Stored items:
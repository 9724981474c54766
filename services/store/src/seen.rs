//! Duplicate detection: the event-id digests a partition remembers, held in
//! memory and persisted in bulk, one record per commit (no sled key per
//! event).
//!
//! A digest is remembered "as of" a time (the caller passes the later of the
//! event time and the watermark when the event arrived) and counts as seen
//! while that time is not before the caller's `forget_before` (watermark
//! minus the duplicate-detection horizon). Whether an id is a duplicate
//! therefore depends only on the message sequence, never on when the memory
//! or the sled records were pruned: pruning only frees what can no longer
//! match.
//!
//! Records: key `s` + the largest "as of" time in the record (8 bytes,
//! order-preserving) + a sequence number (8 bytes BE), so that pruning reads
//! only the key range of records wholly before the cutoff; value: a version
//! byte, then (digest 16 bytes BE, as-of time 8 bytes BE) per entry.
//!
//! Memory: one map entry per remembered id, 24 bytes of key and value plus
//! the hash table's control byte and spare capacity: about 40 bytes per id
//! (between 28 and 56 with the table's load), up to 1.5 times the live ids
//! between prunes (a prune runs once the map has grown by half).

// Digests of event ids, hashed with a per-process random seed (foldhash).
use foldhash::HashMap;

use crate::changes::ChangeSet;
use crate::codec::{from_ordered_i64, ordered_i64};
use crate::StoreError;

/// Key prefix of the seen records.
pub(crate) const S: u8 = b's';
/// Format version of a seen record.
const SEEN_FORMAT_VERSION: u8 = 1;
/// Entries per sled record (a batch of 50,000 events writes 13 records of
/// at most 96 KiB rather than one of 1.2 MB).
const PER_RECORD: usize = 4096;
const ENTRY: usize = 24;
/// Growth (in ids) below which no prune runs (small in unit tests, so that
/// they exercise pruning).
#[cfg(not(test))]
const PRUNE_FLOOR: usize = 1024;
#[cfg(test)]
const PRUNE_FLOOR: usize = 4;

#[derive(Debug, Default)]
pub(crate) struct Seen {
    ids: HashMap<u128, i64>,
    pending: Vec<(u128, i64)>,
    next_seq: u64,
    /// Entries left after the last prune (the next one runs once the map has
    /// grown by half of this, plus a floor).
    after_prune: usize,
    /// The cutoff of the last prune of sled records.
    pruned_before: i64,
}

fn record_key(max_as_of: i64, seq: u64) -> [u8; 17] {
    let mut k = [0u8; 17];
    k[0] = S;
    k[1..9].copy_from_slice(&ordered_i64(max_as_of));
    k[9..].copy_from_slice(&seq.to_be_bytes());
    k
}

fn corrupt(detail: &str) -> StoreError {
    StoreError::Corrupt { prefix: 's', detail: detail.into() }
}

impl Seen {
    /// Loads every seen record of `tree`.
    pub(crate) fn load(tree: &sled::Tree) -> Result<Seen, StoreError> {
        let mut seen = Seen { pruned_before: i64::MIN, ..Seen::default() };
        for item in tree.scan_prefix([S]) {
            let (k, v) = item?;
            if k.len() != 17 {
                return Err(corrupt("seen record key is not 17 bytes"));
            }
            let seq = u64::from_be_bytes(k[9..17].try_into().expect("8 bytes"));
            seen.next_seq = seen.next_seq.max(seq + 1);
            let (&version, body) = v.split_first().ok_or_else(|| corrupt("empty seen record"))?;
            if version != SEEN_FORMAT_VERSION {
                return Err(StoreError::UnknownVersion { found: version, expected: SEEN_FORMAT_VERSION });
            }
            if body.len() % ENTRY != 0 {
                return Err(corrupt("seen record length is not a multiple of 24"));
            }
            for e in body.chunks_exact(ENTRY) {
                let digest = u128::from_be_bytes(e[..16].try_into().expect("16 bytes"));
                let as_of = i64::from_be_bytes(e[16..].try_into().expect("8 bytes"));
                seen.remember(digest, as_of);
            }
        }
        seen.after_prune = seen.ids.len();
        Ok(seen)
    }

    fn remember(&mut self, digest: u128, as_of: i64) {
        let slot = self.ids.entry(digest).or_insert(as_of);
        *slot = (*slot).max(as_of);
    }

    /// True if `digest` is remembered as of `forget_before` or later;
    /// otherwise remembers it as of `as_of` and returns false.
    pub(crate) fn check_and_mark(&mut self, digest: u128, as_of: i64, forget_before: i64) -> bool {
        if self.ids.get(&digest).is_some_and(|&t| t >= forget_before) {
            return true;
        }
        self.ids.insert(digest, as_of);
        self.pending.push((digest, as_of));
        false
    }

    /// Remembered ids (including ones that no longer match, until pruned).
    pub(crate) fn len(&self) -> usize {
        self.ids.len()
    }

    /// Adds the records of the ids marked since the last call to `out`.
    pub(crate) fn persist_into(&mut self, out: &mut ChangeSet) {
        for part in self.pending.chunks(PER_RECORD) {
            let max_as_of = part.iter().map(|(_, t)| *t).max().expect("chunks are not empty");
            let mut v = Vec::with_capacity(1 + part.len() * ENTRY);
            v.push(SEEN_FORMAT_VERSION);
            for (d, t) in part {
                v.extend_from_slice(&d.to_be_bytes());
                v.extend_from_slice(&t.to_be_bytes());
            }
            out.set(&record_key(max_as_of, self.next_seq)[..], v);
            self.next_seq += 1;
        }
        self.pending.clear();
    }

    /// Frees the ids that can no longer match (remembered as of a time
    /// before `before`) once the map has grown by half since the last prune,
    /// and adds the removal of the sled records wholly before `before` to
    /// `out`. Returns the number of ids freed.
    pub(crate) fn prune(&mut self, before: i64, tree: &sled::Tree, out: &mut ChangeSet) -> Result<usize, StoreError> {
        if self.ids.len() < self.after_prune + self.after_prune / 2 + PRUNE_FLOOR || before <= self.pruned_before {
            return Ok(0);
        }
        let n = self.ids.len();
        self.ids.retain(|_, t| *t >= before);
        self.after_prune = self.ids.len();
        let end = record_key(before, 0);
        for item in tree.range(&[S][..]..&end[..]) {
            let (k, _) = item?;
            if k.len() == 17 && from_ordered_i64(&k[1..9]) < before {
                out.remove(k);
            }
        }
        self.pruned_before = before;
        Ok(n - self.ids.len())
    }
}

▶ **ABOUT THIS TASK**
When you reach the line holding "if version != SEEN_FORMAT_VERSION" in the records above, begin reproducing exactly, stop after the line holding "fn remember(&mut self, digest: u128, as_of: i64)", and output nothing else.

▶ **ANSWER SPACE**
            if version != SEEN_FORMAT_VERSION {
                return Err(StoreError::UnknownVersion { found: version, expected: SEEN_FORMAT_VERSION });
            }
            if body.len() % ENTRY != 0 {
                return Err(corrupt("seen record length is not a multiple of 24"));
            }
            for e in body.chunks_exact(ENTRY) {
                let digest = u128::from_be_bytes(e[..16].try_into().expect("16 bytes"));
                let as_of = i64::from_be_bytes(e[16..].try_into().expect("8 bytes"));
                seen.remember(digest, as_of);
            }
        }
        seen.after_prune = seen.ids.len();
        Ok(seen)
    }

    fn remember(&mut self, digest: u128, as_of: i64) {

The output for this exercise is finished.